Multi-scale. Given a \(256 \times 256\) patch, we consider two resolutions in order to simulate the zoom-in process. A coarse resolution (Scale 1), where the patch is downsampled to \(64 \times 64\) and a fine resolution patch (Scale 2), where the patch is downsampled to \(128 \times 128\). The patches are then resized back to \(256 \times 256\) using bilinear interpolation. To evaluate the efficiency of the proposed framework, we compare our model with two multi-scale models. The first multi-scale model is the segmentation network \(f_\theta \) with multi-scale training [5], denoted as MS. We only consider two scales in this experiment (Scale 1 and Scale 2). Similarly, another multi-scale model is the multi-scale fusion with attention [6], which is denoted as Attention. The training details of all models are the same. All models are trained with 200000 batches.

Table 1. Comparison of the performance. Non-carcinoma includes normal and beign. Carcinoma includes in situ carcinoma and invasive carcinoma.

Performance. We compare two key indicators of the performance, which are the segmentation performance and the inference speed. We use intersection over union (IOU) as the metric for segmentation performance. We report mean IOU, which is just the average IOU among four classes. Due to the imbalanced data, we also report weighted IOU, where the weight is proportional to the inverse of the frequency of the labels of each class. Further, we report relative inference time for the proposed RAZN and the baseline methods compared to the inference time for the model that only considers Scale 1. We report the average relative inference time over 100 patches. Lower values of relative inference time represent faster inference speed. The results are presented in Table 1. Note, we report the mean and the standard deviation for RAZN, as the inference time will vary depending on whether zooming is required for a given patch or not.

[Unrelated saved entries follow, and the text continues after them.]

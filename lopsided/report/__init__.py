"""The leaderboard folder: leaderboard.md, the static site (index.html and the pages of ``site.PAGES``,
static/), scores.csv, cells.csv, stats.json, manifest.json, citation.bib and figures/, rebuilt from stored
cells alone (no refitting).

Files are written into a temporary folder beside the target and moved into place one by
one, so a failure never leaves a half-written file behind.
"""
import json
import os
import re
import shutil
import tempfile
from pathlib import Path

import jinja2
import pandas as pd

from .. import __version__
from ..analysis import AnalysisError, compare
from ..analysis.cdplot import draw
from ..analysis.words import caption, claims
from ..metrics import METRICS
from ..records import point_label
from ..specs import MethodSpec
from .citations import citation_block
from .figures import SPREAD, sweep
from .heatmap import draw_rank_map, ranks_by_dataset
from .pool import local_pool
from .site import group_letters, top_group, write_site
from .tables import COMBINED, method_matrix, per_dataset_rows, points_of, scores_table, with_titles
from .winners import BANDS, winner_rows

CAUTION = ("Benchmark rankings are research evidence about methods on these datasets. They are not a "
           "validation of any diagnostic, screening or safety method; such use is governed by local "
           "regulation and licensed professional practice.")
ENV = jinja2.Environment(loader=jinja2.PackageLoader("lopsided.report", "templates"),
                         autoescape=jinja2.select_autoescape(["html", "html.j2"]), trim_blocks=True,
                         lstrip_blocks=True)


def prepare():
    """Compile every template now, e.g. while a run's workers compute (``write_report`` then finds them
    compiled: about 0.3 s of jinja2 compilation off the time after the last unit)."""
    for name in ENV.list_templates():
        ENV.get_template(name)


def markdown_text(value):
    """Text safe inside a Markdown table cell: pipes escaped, no raw HTML, one line."""
    text = " ".join(str(value).split())
    return text.replace("\\", "\\\\").replace("|", "\\|").replace("<", "&lt;").replace(">", "&gt;")


ENV.filters["md"] = markdown_text


def _titles(suite):
    return {kind[:-1]: {_canonical(s): s["label"] for s in suite[kind]} for kind in ("resamplers", "learners")}


def _canonical(spec):
    return MethodSpec(spec["name"], spec["params"]).canonical


def _slug(*parts):
    """A file-name-safe stem: letters, digits, dot, dash, underscore; parts joined by a dash."""
    return "-".join(re.sub(r"[^A-Za-z0-9._-]+", "_", str(p)).strip("_") for p in parts)
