"""The main job, end to end: suite file -> datasets -> plan -> store -> leaderboard folder."""
import platform
import time
from dataclasses import dataclass, field, replace
from importlib import metadata
from pathlib import Path

import numpy as np

from .. import __version__
from ..analysis.complexity import meta_features
from ..datasets import load_dataset
from ..datasets.dataset import Dataset
from ..errors import LopsidedError, StoreError, SuiteError, UsageError, unknown
from ..execution.backends import choose, start_early
from ..execution.driver import run_plan
from ..execution.store import Store, now
from ..options import ReportOptions, RunOptions
from ..planning.design import COHORT
from ..planning.plan import plan
from ..planning.suite import Suite, added_resampler, check_writable, load_suite, unit_seconds
from ..records import CellTally, DatasetDescription, MethodOrigin, RunSummary, SkippedFold, SkippedPoint

PACKAGES = ("numpy", "scipy", "scikit-learn", "pandas", "matplotlib", "jinja2", "chemotools", "openml",
            "threadpoolctl", "tqdm", "pyarrow", "jcamp")


@dataclass
class RunResult:
    out: Path
    store: Path
    summary: RunSummary
    cells: object        # pandas DataFrame of this suite's stored cells
    skipped: list[SkippedFold] = field(default_factory=list)   # infeasible fold-points of the plan


def versions() -> dict[str, str | None]:
    """Versions of Python, lopsided and every package a result depends on (None: not installed)."""
    found: dict[str, str | None] = {"python": platform.python_version(), "lopsided": __version__}
    for name in PACKAGES:
        try:
            found[name] = metadata.version(name)
        except metadata.PackageNotFoundError:
            found[name] = None
    return found


def with_added_methods(suite, db, add=(), drop=(), command=""):
    """The suite file's resamplers plus every one the suite gained in ``db`` and keeps.

    ``add`` (--add-resampler texts) are recorded with ``command``; ``drop`` (labels) are left out of
    leaderboards from now on, their cells kept. Everything is checked before the store changes.
    Returns (suite, origins): origins lists every resampler and learner with where it came from (MethodOrigin).
    """
    own = {s.title for s in suite.resamplers}
    stored = [added.spec.title for added in db.added_methods(suite.name, "resamplers")]
    for label in drop:
        if label in own:
            raise UsageError("--drop-resampler", label, f"is listed in the suite file {suite.source}; remove it there")
        if label not in stored:
            raise UsageError("--drop-resampler", label, unknown("added resampler", label, stored))
    new = [added_resampler(text) for text in add]
    for spec, text in zip(new, add):
        if spec.title in own or spec in suite.resamplers:
            raise UsageError("--add-resampler", text, f"{spec.title!r} is already listed in the suite file {suite.source}")
        if spec.title in drop:
            raise UsageError("--add-resampler", text, "is also named by --drop-resampler")
    for spec in new:
        db.add_method(suite.name, "resamplers", spec, command)
    for label in drop:
        db.drop_method(suite.name, "resamplers", label)
    kept = db.added_methods(suite.name, "resamplers")
    extended = suite.with_resamplers([added.spec for added in kept])
    origins = [MethodOrigin("learner", s.title, s.canonical, "suite file") for s in suite.learners]
    origins += [MethodOrigin("resampler", s.title, s.canonical, "suite file") for s in suite.resamplers]
    origins += [MethodOrigin("resampler", added.spec.title, added.spec.canonical, "added", added.command,
                             added.added_at) for added in kept]
    return extended, tuple(origins)


def load_all(suite):
    """Every dataset of the suite; twin sets (the same samples and labels under two names, such as
    KEEL's new_thyroid1 and new_thyroid2) are refused, since rank-based tests would count one task twice.
    Different tasks cut from the same samples (glass1, glass6) are allowed: curated suites limit them per family."""
    datasets = {}
    for i, reference in enumerate(suite.datasets):
        try:
            datasets[reference] = load_dataset(reference, base=suite.folder)
        except LopsidedError as exc:
            raise SuiteError(suite.source, f"datasets[{i}]", str(exc)) from None
    seen: dict[str, str] = {}
    for reference, data in datasets.items():
        if data.checksum in seen:
            raise SuiteError(suite.source, "datasets", f"{seen[data.checksum]} and {reference} hold the same "
                             "samples and labels (twin sets); keep one of them")
        seen[data.checksum] = reference
    design = suite.protocol.test
    if design.kind == "external":
        datasets = {ref: with_external_test(suite, data) for ref, data in datasets.items()}
    if design.kind in ("cohort", "external"):
        for reference, data in datasets.items():       # checked once here, so planning cannot fail on it
            try:
                design.splits(data, suite.protocol, 0, 0)
            except LopsidedError as exc:
                raise SuiteError(suite.source, "protocol.test", f"{reference}: {exc}") from None
    return datasets


def with_external_test(suite, data):
    """The dataset with the suite's external test set appended, its rows marked ``COHORT`` = "test".

    The external set must have the same classes in the same order and the same features (names and
    spectral axis); no donor, specimen or particle may appear in both. Only one dataset per suite.
    """
    reference = suite.protocol.test.reference
    if len(suite.datasets) != 1:
        raise SuiteError(suite.source, "protocol.test", "an external test set goes with exactly one dataset; "
                         f"this suite lists {len(suite.datasets)}")
    try:
        other = load_dataset(reference, base=suite.folder)
    except LopsidedError as exc:
        raise SuiteError(suite.source, "protocol.test", str(exc)) from None
    problems = []
    if other.classes != data.classes:
        problems.append(f"its classes {other.classes} differ from {data.classes} (use the same positive=)")
    if other.X.shape[1] != data.X.shape[1] or other.feature_names != data.feature_names:
        problems.append(f"its {other.X.shape[1]} features differ from the training data's {data.X.shape[1]}")
    elif (other.axis is None) != (data.axis is None) or (
            data.axis is not None and other.axis is not None and not np.allclose(other.axis, data.axis)):
        problems.append("its feature axis differs from the training data's")
    if (other.groups is None) != (data.groups is None):
        problems.append("one of the two has groups and the other not")
    elif data.groups is not None:
        shared = np.intersect1d(np.asarray(data.groups).astype(str), np.asarray(other.groups).astype(str))
        if len(shared):
            problems.append(f"group {shared[0]!r} appears in both")
    if problems:
        raise SuiteError(suite.source, "protocol.test", f"{reference}: " + "; ".join(problems))
    n, m = len(data.y), len(other.y)
    return Dataset(
        name=data.name, X=np.vstack([data.X, other.X]), y=np.concatenate([data.y, other.y]), classes=data.classes,
        groups=None if data.groups is None else np.concatenate([np.asarray(data.groups).astype(str),
                                                                np.asarray(other.groups).astype(str)]),
        axis=data.axis, feature_names=data.feature_names, nominal=data.nominal,
        provenance=replace(data.provenance, note=f"{data.provenance.note}; external test set {reference} "
                           f"({m} rows)".lstrip("; ")),
        annotations={COHORT: np.array(["train"] * n + ["test"] * m)},
    )


def refuse_unreachable(suite, datasets):
    """One clear error when no protocol point can be cut from any dataset: there would be nothing to rank.
    (A dataset without a feasible point among others that have some is listed under skipped points.)
    Feasibility does not depend on the methods, so one resampler and one learner are planned."""
    full = plan(replace(suite, resamplers=suite.resamplers[:1], learners=suite.learners[:1]), datasets)
    if full.units or not full.skipped:
        return
    first = full.skipped[0]
    raise SuiteError(suite.source, "protocol", f"no protocol point can be cut from any dataset, e.g. "
                     f"{first.dataset} at ratio {first.ratio}, size {first.size}: {first.reason}; "
                     "lower protocol.ratios, protocol.sizes or protocol.min_minority")
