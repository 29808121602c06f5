import { describe, expect, it } from 'vitest';
import { blochHamiltonian, kickGenerator, prepareBloch } from '../../../src/numerics/evolution/bloch.ts';
import type { DriveTerm, LatticeDrive } from '../../../src/numerics/evolution/drive.ts';
import { distance, hermiticityDefect, zeros } from '../../../src/numerics/linalg/complex-matrix.ts';
import { seededRandom } from '../../support/random.ts';
import { expectBelow, expectWithin } from '../linalg/comparisons.ts';

const constant = { kind: 'constant' } as const;
const hop = (from: number, to: number, offset: number[], re: number, im = 0): DriveTerm => ({ from, to, offset, amplitude: { re, im }, modulation: constant });

/** SSH chain: intracell v (A→B), intercell w (B → A of the next cell). */
function sshChain(v: number, w: number): LatticeDrive {
  return {
    dimension: 1,
    spaceDimension: 1,
    latticeVectors: [[1]],
    states: [{ label: 'A', position: [0], charge: 1 }, { label: 'B', position: [0.5], charge: 1 }],
    period: 1,
    segments: [{ duration: 1, terms: [hop(0, 1, [0], v), hop(1, 0, [1], w)] }],
  };
}

/** A random two-dimensional three-orbital drive with complex hoppings, onsite terms and a harmonic segment. */
function randomSheet(seed: number): LatticeDrive {
  const r = seededRandom(seed);
  const terms: DriveTerm[] = [];
  for (let k = 0; k < 9; k++) {
    const from = Math.floor(r() * 3), to = Math.floor(r() * 3);
    const offset = [Math.floor(r() * 5) - 2, Math.floor(r() * 5) - 2];
    if (from === to && offset[0] === 0 && offset[1] === 0) offset[0] = 1;
    terms.push(hop(from, to, offset, r() - 0.5, r() - 0.5));
  }
  terms.push(hop(2, 2, [0, 0], 0.7));
  return {
    dimension: 2,
    spaceDimension: 2,
    latticeVectors: [[1, 0], [0.5, Math.sqrt(3) / 2]],
    states: [0, 1, 2].map((i) => ({ label: `s${i}`, position: [0.1 * i, 0.2 * i], charge: 1 })),
    period: 2,
    segments: [
      { duration: 0.8, terms },
      {
        duration: 1.2,
        terms: terms.map((t) => ({ ...t, modulation: { kind: 'harmonic', mean: 0.3, components: [{ amplitude: 0.5, harmonic: 2, phase: 0.4 }] } })),
        vectorPotential: [{ amplitude: [0.4, -0.2], harmonic: 1, phase: 0.1 }],
      },
    ],
  };
}

describe('blochHamiltonian', () => {
  it('builds the SSH Bloch matrix H_BA = v + w e^{2πis} (derived from the conventions in drive.ts)', () => {
    // Term A→B, offset 0, amplitude v: element (B, A) gets v. Term B→A, offset 1, amplitude w:
    // element (A, B) gets w e^{−2πis}, hence (B, A) gets its conjugate w e^{+2πis}.
    const v = 0.7, w = 1.3;
    for (const s of [0, 0.13, 0.5, 0.91]) {
      const h = blochHamiltonian(sshChain(v, w), [s], 0.2);
      expectWithin(`s=${s} Re H_BA`, h.re[2], v + w * Math.cos(2 * Math.PI * s), 1e-15);
      expectWithin(`s=${s} Im H_BA`, h.im[2], w * Math.sin(2 * Math.PI * s), 1e-15);
      expect(h.re[0]).toBe(0);
      expect(h.re[3]).toBe(0);
    }
  });

  it('is Hermitian and periodic under s → s + e_i at every time (exact convention: periodic gauge)', () => {
    const drive = randomSheet(51);
    const r = seededRandom(52);
    for (let k = 0; k < 10; k++) {
      const s = [r(), r()], t = 2 * r();
      const h = blochHamiltonian(drive, s, t);
      expectBelow('‖H − H†‖_F', hermiticityDefect(h), 1e-15);
      expectBelow('‖H(s + e₁) − H(s)‖_F', distance(blochHamiltonian(drive, [s[0] + 1, s[1]], t), h), 1e-13);
      expectBelow('‖H(s + e₂) − H(s)‖_F', distance(blochHamiltonian(drive, [s[0], s[1] - 1], t), h), 1e-13);
    }
  });

  it('adds an onsite term once and follows a harmonic modulation f(t) = mean + a cos(hωt + φ)', () => {
    const drive: LatticeDrive = {
      dimension: 0, spaceDimension: 1, latticeVectors: [], period: 4,
      states: [{ label: 'a', position: [0], charge: 1 }],
      segments: [{ duration: 4, terms: [{ from: 0, to: 0, offset: [], amplitude: { re: 2, im: 0 }, modulation: { kind: 'harmonic', mean: 0.5, components: [{ amplitude: 1.5, harmonic: 3, phase: 0.2 }] } }] }],
    };
    const t = 1.1, omega = (2 * Math.PI) / 4;
    expectWithin('H(t)', blochHamiltonian(drive, [], t).re[0], 2 * (0.5 + 1.5 * Math.cos(3 * omega * t + 0.2)), 1e-15);
  });

  it('Peierls substitution: a chain in a constant vector potential A equals the chain at k − qA (reduced s − qA·a/2π)', () => {
    // Single-orbital chain, hopping J to the right neighbour, lattice constant a = 1.7, charge q = 1.
    // H(s) = J e^{iqAa} e^{−2πis} + c.c. = 2J cos(2πs − qAa).
    const a = 1.7, J = 0.9, A = 0.37;
    const chain = (withPotential: boolean): LatticeDrive => ({
      dimension: 1, spaceDimension: 1, latticeVectors: [[a]], period: 1,
      states: [{ label: 'x', position: [0], charge: 1 }],
      segments: [{ duration: 1, terms: [hop(0, 0, [1], J)], ...(withPotential ? { vectorPotential: [{ amplitude: [A], harmonic: 0, phase: 0 }] } : {}) }],
    });
    for (const s of [0, 0.2, 0.77]) {
      const withA = blochHamiltonian(chain(true), [s], 0.5);
      const shifted = blochHamiltonian(chain(false), [s - (A * a) / (2 * Math.PI)], 0.5);
      expectBelow(`s=${s}`, distance(withA, shifted), 1e-14);
      expectWithin(`s=${s} closed form`, withA.re[0], 2 * J * Math.cos(2 * Math.PI * s - A * a), 1e-14);
    }
  });

  it('prepareBloch agrees with blochHamiltonian and marks constant segments', () => {
    const drive = randomSheet(53);
    const p = prepareBloch(drive, [0.3, 0.6]);
    expect(p.isConstant(0)).toBe(true);
    expect(p.isConstant(1)).toBe(false);
    for (const t of [0, 0.5, 0.8, 1.3, 2]) expect(distance(p.at(t), blochHamiltonian(drive, [0.3, 0.6], t))).toBe(0);
    // At the boundary t = 0.8 the later segment applies (the harmonic one, mean 0.3 …).
    expect(p.segmentIndexAt(0.8)).toBe(1);
    expect(p.segmentIndexAt(2)).toBe(1);
    // Node tables (shared across momenta) give the same matrices as direct evaluation.
    const times = [0.9, 1.4, 1.95];
    const other = prepareBloch(drive, [0.8, 0.1]);
    const first = p.tableSampler(1, 'probe', times), second = other.tableSampler(1, 'probe', times);
    times.forEach((t, j) => {
      expectBelow(`node ${j} at s=(0.3, 0.6)`, distance(first(j, zeros(3, 3)), p.segmentAt(1, t)), 1e-15);
      expectBelow(`node ${j} at s=(0.8, 0.1)`, distance(second(j, zeros(3, 3)), other.segmentAt(1, t)), 1e-15);
    });
  });

  it('returns the kick generator K of a zero-duration segment', () => {
    const drive: LatticeDrive = { ...sshChain(0.4, 0.6), segments: [...sshChain(0.4, 0.6).segments, { duration: 0, terms: [hop(0, 0, [0], Math.PI / 2)] }] };
    const k = kickGenerator(drive, [0.1], 1);
    expect(Array.from(k.re)).toEqual([Math.PI / 2, 0, 0, 0]);
    expect(() => kickGenerator(drive, [0.1], 0)).toThrow('kickGenerator: segment 0 has duration 1; only zero-duration segments are kicks');
  });

  it('rejects inconsistent input with located messages', () => {
    const drive = sshChain(1, 1);
    expect(() => blochHamiltonian(drive, [0.1, 0.2], 0)).toThrow('blochHamiltonian: momentum has 2 components, the lattice has dimension 1');
    expect(() => blochHamiltonian(drive, [Number.NaN], 0)).toThrow('blochHamiltonian: momentum component 0 is not finite (NaN)');
    expect(() => blochHamiltonian(drive, [0], 1.5)).toThrow('blochHamiltonian: time 1.5 outside the period [0, 1]');
    const bad: LatticeDrive = { ...drive, segments: [{ label: 'pump', duration: 1, terms: [hop(0, 5, [0], 1)] }] };
    expect(() => blochHamiltonian(bad, [0], 0)).toThrow('blochHamiltonian: segment 0 ("pump"), term 0: state index out of range (from 0, to 5; the model has 2 states)');
    const complexOnsite: LatticeDrive = { ...drive, segments: [{ duration: 1, terms: [hop(1, 1, [0], 1, 0.5)] }] };
    expect(() => blochHamiltonian(complexOnsite, [0], 0)).toThrow('blochHamiltonian: segment 0, term 0: an onsite amplitude must be real (imaginary part 0.5)');
  });
});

It can be shown that RAZN actually performs better than the single scale and the multi-scale baselines. MS’s performance is the worst of our benchmarks. MS exaggerates the imbalance problem by augmenting the data, which can confuse the network. We also hypothesize that the cell size is not the critical factor that influences the segmentation of cancer and that MS, therefore, aims to model unnecessary information on this task. Similarly, attention models memorize the scale of the object by fusing the results from different scales. However, when the object is not well-defined at certain scales, like in our task the cancer (group of dense cells), the network may learn to fit noise. Our results illustrate that RAZN instead is more robust when data is noisy and imbalanced, providing an overall accuracy improvement at low inference time.

4 Discussion and Conclusions

We proposed RAZN, a novel deep learning framework for breast cancer segmentation in WSI, that uses reinforcement learning to selectively zoom in on regions of interest. The results show that the proposed model can achieve improved performance, while at the same time reduce inference speed compared to previous multi-scale approaches. We also discuss the use of multi-scale approaches for breast cancer segmentation. We conclude that cancer cells are different from general objects due to their relative small and fixed size. Multi-scale approaches may not work for a noisy and imbalanced data. In future work, we aim to extend the model to study the multiple zoom-in actions situation (\(m>1\)) and will investigate the potential of more complex segmentation backbone models to improve overall performance.